= Sophia Rabe-Hesketh =

American statistician

Sophia Rabe-Hesketh is a statistician who works as a professor in the Department of Educational Statistics and Biostatistics at the University of California, Berkeley. Her research involves the development of generalized linear mixed models of data that incorporate latent variables to handle hidden data.

Rabe-Hesketh earned a bachelor's degree in physics from King's College London in 1988. She completed her doctorate at King's College, also in theoretical physics, in 1992. Her dissertation concerned image analysis. After postdoctoral studies at the University of Leeds, she returned to King's College as a reader in statistics in the Department of Biostatistics and Computing, part of the Institute of Psychiatry there. She moved to Berkeley in 2003, with an additional part-time professorship at the University of London from 2006 to 2012. She became president of the Psychometric Society in 2014.

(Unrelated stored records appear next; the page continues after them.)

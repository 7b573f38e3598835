// Which sanitizer runtime a test executable is built with. GCC defines
// __SANITIZE_ADDRESS__ / __SANITIZE_THREAD__; clang reports the same through
// __has_feature (clang documentation, "AddressSanitizer", "Conditional
// compilation"), and defines neither GCC macro.
#pragma once

#if defined(__SANITIZE_ADDRESS__)
#define TENON_TEST_ASAN 1
#endif
#if defined(__SANITIZE_THREAD__)
#define TENON_TEST_TSAN 1
#endif
#if defined(__has_feature)
#if __has_feature(address_sanitizer) && !defined(TENON_TEST_ASAN)
#define TENON_TEST_ASAN 1
#endif
#if __has_feature(thread_sanitizer) && !defined(TENON_TEST_TSAN)
#define TENON_TEST_TSAN 1
#endif
#endif
#if defined(TENON_TEST_ASAN) || defined(TENON_TEST_TSAN)
#define TENON_TEST_SANITIZER 1
#endif
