// Split-conformal coverage on an open dataset: Seattle's daily weather
// 2012-2015 (seattle-weather.csv of the Vega datasets, Debian package
// python3-vega-datasets), regressing the day's maximum temperature on the
// date, the minimum temperature, precipitation, wind and the weather kind.
//
// Source: Lei et al. 2018, Theorem 2.2 (each random split covers r / (n + 1)).
// The mean coverage over the seeds must lie within 3.66 standard errors of
// r / (n + 1). The splits and the tolerance's derivation: docs/design/tests.md.
#include <doctest/doctest.h>

#include <cmath>
#include <filesystem>
#include <string>
#include <vector>

#include <tenon/prep/csv.hpp>
#include <tenon/train/calibration.hpp>

namespace {

const char* const seattle_weather = "/usr/lib/python3/dist-packages/vega_datasets/_data/seattle-weather.csv";

}  // namespace

TEST_CASE("split-conformal bands cover r / (n + 1) of Seattle's daily maxima over 30 random splits") {
    REQUIRE_MESSAGE(std::filesystem::exists(seattle_weather), "install the Debian package python3-vega-datasets (cmake/deps.sh)");
    const tenon::table t = tenon::read_csv_file(seattle_weather);
    REQUIRE(t.row_count() == 1461);
    tenon::plan p;
    p.set_target("temp_max", tenon::target_kind::regression);
    tenon::model_settings s;
    s.hidden = {16};
    s.epochs = 20;
    s.batch_size = 32;
    s.learning_rate = 0.01;
    const std::size_t seeds = 30;
    std::vector<double> coverage;
    std::size_t n = 0;
    double width = 0.0;
    for (std::size_t seed = 1; seed <= seeds; ++seed) {
        const auto split = tenon::random_holdout(t.row_count(), {0.5, 0.25, 0.25}, seed);
        s.seed = seed;
        // No early stopping: the calibration rows are not used to choose the epoch.
        auto model = tenon::fit_model<float>(t, p, split.train, {}, s);
        const auto c = tenon::calibrate_model(model, t, split.validation, 0.9);
        const auto scores = tenon::score_calibration(model, c, t, split.test);
        coverage.push_back(scores.interval_coverage);
        width += scores.interval_mean_width;
        n = split.validation.size();
    }
    double mean = 0.0, squares = 0.0;
    for (double v : coverage) mean += v;
    mean /= static_cast<double>(seeds);
    for (double v : coverage) squares += (v - mean) * (v - mean);
    const double standard_error = std::sqrt(squares / static_cast<double>(seeds - 1) / static_cast<double>(seeds));
    const double nominal = std::ceil(static_cast<double>(n + 1) * 0.9) / static_cast<double>(n + 1);
    MESSAGE("mean coverage " << mean << " over " << seeds << " splits (expected " << nominal << ", standard error " << standard_error
                             << "), mean band width " << width / static_cast<double>(seeds) << " C");
    CHECK(std::abs(mean - nominal) <= 3.66 * standard_error);
    CHECK(standard_error > 0.0);
}
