// The compiled-once modes for the tests (core/compiled_once.hpp): this unit
// compiles the training entry points once per build, and every test
// executable's own units see TENON_SERVE_COMPILED and TENON_TRAIN_COMPILED
// (test_instances_serve.cpp compiles the loader and the predictor; two units
// so that the two cores of a build share them). The macros come before the
// first include, since the first include of core/compiled_once.hpp reads them.
#define TENON_SERVE_COMPILED
#define TENON_TRAIN_IMPLEMENTATION
#include <tenon/train/authoring.hpp>
#include <tenon/train/calibration.hpp>
#include <tenon/train/retraining.hpp>
#include <tenon/train/search.hpp>
#include <tenon/train/workflow.hpp>
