/// A JSON value of the flat records the tables hold: null, number, text or true/false.
struct json_cell {
    enum kind_t { null, number, text } kind = null;
    double value = 0.0;
    std::string string;
};
using json_record = std::map<std::string, json_cell>;

namespace detail {

struct json_reader {
    const std::string& s;
    std::size_t i = 0;
    std::string where;

    [[noreturn]] void fail(const std::string& what) const { throw std::runtime_error(where + " byte " + std::to_string(i) + ": " + what); }
    void blank() {
        while (i < s.size() && std::isspace(static_cast<unsigned char>(s[i]))) ++i;
    }
    void expect(char c) {
        blank();
        if (i >= s.size() || s[i] != c) fail(std::string("expected '") + c + "'");
        ++i;
    }
    bool next_is(char c) {
        blank();
        return i < s.size() && s[i] == c;
    }
    std::string text() {
        expect('"');
        std::string out;
        while (i < s.size() && s[i] != '"') {
            if (s[i] == '\\') {
                ++i;
                if (i >= s.size()) break;
                const char e = s[i];
                out += e == 'n' ? '\n' : e == 't' ? '\t' : e;  // the tables use no \u escapes
            } else {
                out += s[i];
            }
            ++i;
        }
        if (i >= s.size()) fail("unterminated text");
        ++i;
        return out;
    }
    json_cell cell() {
        blank();
        json_cell c;
        if (next_is('"')) {
            c.kind = json_cell::text;
            c.string = text();
        } else if (s.compare(i, 4, "null") == 0) {
            i += 4;
        } else if (s.compare(i, 4, "true") == 0 || s.compare(i, 5, "false") == 0) {
            c.kind = json_cell::number;
            c.value = s[i] == 't' ? 1.0 : 0.0;
            i += s[i] == 't' ? 4 : 5;
        } else {
            const char* begin = s.c_str() + i;
            char* end = nullptr;
            c.kind = json_cell::number;
            c.value = std::strtod(begin, &end);
            if (end == begin) fail("expected a value");
            i += static_cast<std::size_t>(end - begin);
        }
        return c;
    }
};

}  // namespace detail

/// Reads a JSON array of flat objects (RFC 8259's grammar, restricted to
/// what the tables use: no nested values, no \u escapes).
inline std::vector<json_record> read_json_records(const std::string& path) {
    std::ifstream in(path, std::ios::binary);
    if (!in) throw std::runtime_error(path + ": cannot open (is the Debian package installed?)");
    std::stringstream buffer;
    buffer << in.rdbuf();
    const std::string s = buffer.str();
    detail::json_reader r{s, 0, path};
    std::vector<json_record> records;
    r.expect('[');
    while (!r.next_is(']')) {
        json_record rec;
        r.expect('{');
        while (!r.next_is('}')) {
            std::string key = r.text();
            r.expect(':');
            rec[key] = r.cell();
            if (!r.next_is(',')) break;
            r.expect(',');
        }
        r.expect('}');
        records.push_back(std::move(rec));
        if (!r.next_is(',')) break;
        r.expect(',');
    }
    r.expect(']');
    return records;
}
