// A serving host built with -fno-exceptions and only <tenon/serve.hpp>: it
// loads through try_load_model_file (a missing file, a damaged copy and the
// wrong scalar type come back as statuses; nothing aborts) and predicts
// through the non-throwing calls, checking statuses. Exit code 0 = pass.
#include <cstdio>
#include <fstream>
#include <iterator>
#include <string>
#include <string_view>
#include <vector>

#include <tenon/serve.hpp>

namespace {
bool expect_status(const tenon::load_status& s, const char* code) {
    if (s.ok() || std::string_view(s.code) != code) {
        std::fprintf(stderr, "expected %s, got %s (%s)\n", code, s.ok() ? "ok" : s.code, s.message.c_str());
        return false;
    }
    return true;
}
}  // namespace

int main(int argc, char** argv) {
    // With --raise: a failure goes to the host's handler, then the process
    // aborts (ctest test tenon_deploy_noexcept_handler reads the line).
    if (argc > 1 && std::string_view(argv[1]) == "--raise") {
        tenon::set_failure_handler(
            [](const char* code, const char* message) noexcept { std::fprintf(stderr, "host handler saw [%s] %s\n", code, message); });
        tenon::raise(tenon::codes::core_argument_invalid, "a failure asked for\nby the test");
    }
    const std::string path = std::string(TENON_SOURCE_DIR) + "/tests/fixtures/deploy/pump_v1_float.tnm";
    tenon::model_file<float> file;
    const tenon::load_status loaded = tenon::try_load_model_file(path, file);
    if (!loaded.ok()) {
        std::fprintf(stderr, "expected the fixture to load, got %s: %s\n", loaded.code, loaded.message.c_str());
        return 1;
    }
    tenon::model_file<float> unused;
    if (!expect_status(tenon::try_load_model_file(path + ".absent", unused), "deploy.file.io")) return 1;
    tenon::model_file<double> as_double;
    if (!expect_status(tenon::try_load_model_file(path, as_double), "deploy.model.scalar_type")) return 1;
    // A copy with one byte of the last section's payload flipped.
    if (argc > 1) {
        std::ifstream in(path, std::ios::binary);
        std::vector<char> bytes((std::istreambuf_iterator<char>(in)), std::istreambuf_iterator<char>());
        bytes[bytes.size() - 3] = static_cast<char>(bytes[bytes.size() - 3] ^ 0x10);
        const std::string damaged = std::string(argv[1]) + "/noexcept_host_damaged.tnm";
        std::ofstream(damaged, std::ios::binary).write(bytes.data(), static_cast<std::streamsize>(bytes.size()));
        if (!expect_status(tenon::try_load_model_file(damaged, unused), "deploy.model.checksum")) return 1;
    }

    tenon::predictor<float> p(file, 4);
    tenon::prediction_view<float> out;
    const tenon::named_value good[] = {{"flow", "35"}, {"head", "12.5"}, {"fluid", "water"}};
    const tenon::predict_status ok = p.try_predict_named(good, 3, out);
    if (!ok.ok() || out.width != 3) {
        std::fprintf(stderr, "expected a prediction, got %s\n", ok.code_text());
        return 1;
    }
    const tenon::named_value bad[] = {{"flow", "35"}, {"fluid", "water"}};
    const tenon::predict_status missing = p.try_predict_named(bad, 2, out);
    if (missing.code != tenon::input_status::missing_column || std::string_view(missing.code_text()) != "deploy.input.missing_column") {
        std::fprintf(stderr, "expected deploy.input.missing_column, got '%s'\n", missing.code_text());
        return 1;
    }
    std::printf("no-exceptions host: loaded through try_load_model_file; predicted %.6f %.6f %.6f; missing column reported as %s\n",
                static_cast<double>(out.at(0, 0)), static_cast<double>(out.at(0, 1)), static_cast<double>(out.at(0, 2)), missing.code_text());
    return 0;
}
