TEST_CASE_TEMPLATE("update rules give the same bits on one thread and on an executor's threads, clearing the gradients or not", T, float, double) {
    // Parameters of 40,000 and 70 elements (a band of rows per thread, and
    // one whole on the calling thread) and a frozen one. With set_clears_gradients(true) the weights are the
    // same and every trainable gradient is zero after each step (adam clears
    // in its own pass, the others through update_and_clear's default).
    const auto run = [](tenon::executor* workers, const char* which, bool clears) {
        tenon::parameter<T> a("a", tenon::shape2{200, 200}), b("b", tenon::shape2{1, 70}), frozen("f", tenon::shape2{3, 3});
        frozen.set_trainable(false);
        tenon::random_engine rng(5);
        for (auto* p : {&a, &b})
            for (std::size_t k = 0; k < p->size(); ++k) p->value().data()[k] = rng.normal(T(0), T(1));
        std::unique_ptr<tenon::update_rule<T>> rule;
        if (std::string(which) == "adam")
            rule = std::make_unique<tenon::adam<T>>();
        else if (std::string(which) == "rmsprop")
            rule = std::make_unique<tenon::rmsprop<T>>();
        else if (std::string(which) == "adagrad")
            rule = std::make_unique<tenon::adagrad<T>>();
        else
            rule = std::make_unique<tenon::momentum<T>>();
        rule->set_executor(workers);
        rule->set_clears_gradients(clears);
        CHECK(rule->clears_gradients() == clears);
        for (int step = 0; step < 4; ++step) {
            for (auto* p : {&a, &b, &frozen})
                for (std::size_t k = 0; k < p->size(); ++k) p->grad().data()[k] = rng.normal(T(0), T(0.3));
            const T frozen_gradient = frozen.grad()(1, 1);
            rule->apply({&a, &b, &frozen}, T(0.01));
            std::size_t nonzero = 0;
            for (auto* p : {&a, &b})
                for (std::size_t k = 0; k < p->size(); ++k) nonzero += p->grad().data()[k] != T(0);
            CHECK(nonzero == (clears ? 0u : a.size() + b.size()));
            CHECK(frozen.grad()(1, 1) == frozen_gradient);  // a frozen parameter's gradient is left alone
        }
        std::vector<T> out(a.value().data(), a.value().data() + a.size());
        out.insert(out.end(), b.value().data(), b.value().data() + b.size());
        return out;
    };
    tenon::thread_pool two(2), three(3);
    for (const char* which : {"adam", "rmsprop", "adagrad", "momentum"}) {
        CAPTURE(which);
        const auto alone = run(nullptr, which, false);
        for (const bool clears : {false, true}) {
            CAPTURE(clears);
            const auto cleared_alone = run(nullptr, which, clears);
            CHECK(std::memcmp(alone.data(), cleared_alone.data(), alone.size() * sizeof(T)) == 0);
            for (tenon::thread_pool* pool : {&two, &three}) {
                CAPTURE(pool->concurrency());
                const auto shared = run(pool, which, clears);
                REQUIRE(alone.size() == shared.size());
                CHECK(std::memcmp(alone.data(), shared.data(), alone.size() * sizeof(T)) == 0);
            }
        }
    }
}

TEST_CASE_TEMPLATE("Adam's vector pass gives the scalar loop's bits, with clipping, weight decay and special values", T, float, double) {
    // One parameter of 67 elements goes through the widest vector pass the
    // CPU has (AVX-512, AVX2 or NEON) for all but its tail; 67 parameters of
    // one element each take the scalar loop alone. Same values, same bits
    // (up to which NaN a NaN result carries).
    const T specials[] = {T(0), -T(0), std::numeric_limits<T>::denorm_min(), T(1e-30), T(40), T(-3)};
    const std::size_t n = 67;
    tenon::random_engine rng(77);
    tenon::parameter<T> whole("whole", tenon::shape2{1, n});
    std::vector<std::unique_ptr<tenon::parameter<T>>> singles;
    for (std::size_t k = 0; k < n; ++k) {
        singles.push_back(std::make_unique<tenon::parameter<T>>("single" + std::to_string(k), tenon::shape2{1, 1}));
        const T w = rng.below(5) == 0 ? specials[rng.below(6)] : rng.normal(T(0), T(1));
        whole.value().data()[k] = w;
        singles[k]->value().data()[0] = w;
    }
    tenon::update_options<T> options;
    options.clip_value = T(0.5);
    options.weight_decay = T(0.01);
    tenon::adam<T> vector_rule({}, options), scalar_rule({}, options);
    std::vector<tenon::parameter<T>*> single_pointers;
    for (auto& p : singles) single_pointers.push_back(p.get());
    for (int step = 0; step < 5; ++step) {
        for (std::size_t k = 0; k < n; ++k) {
            const T g = rng.below(5) == 0 ? specials[rng.below(6)] : rng.normal(T(0), T(2));
            whole.grad().data()[k] = g;
            singles[k]->grad().data()[0] = g;
        }
        vector_rule.apply({&whole}, T(0.01));
        scalar_rule.apply(single_pointers, T(0.01));
    }
    std::size_t differing = 0;
    for (std::size_t k = 0; k < n; ++k) {
        const T a = whole.value().data()[k], b = singles[k]->value().data()[0];
        differing += std::memcmp(&a, &b, sizeof(T)) != 0 && !(std::isnan(a) && std::isnan(b));
    }
    CHECK(differing == 0);
}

She is the author or co-author of multiple books, including The Analysis of Proximity Data (1997, with B. S. Everitt), Analyzing Medical Data using S-PLUS (2001, with B. S. Everitt), Generalized Latent Variable Modeling: Multilevel, Longitudinal and Structural Equation Models (2004, with A. Skrondal), A Handbook of Statistical Analyses Using Stata (4th ed., 2006, with B. S. Everitt), and Multilevel and Longitudinal Modeling Using Stata (3rd ed., in two vols., with A. Skrondal).

In 2014 she was elected as a Fellow of the American Statistical Association "for groundbreaking contributions to the field of generalized linear latent and mixed models for analysis of complex data in medicine, education, and the social sciences; for development of computational software; and for service to the profession." In 2015 she was elected to the National Academy of Education.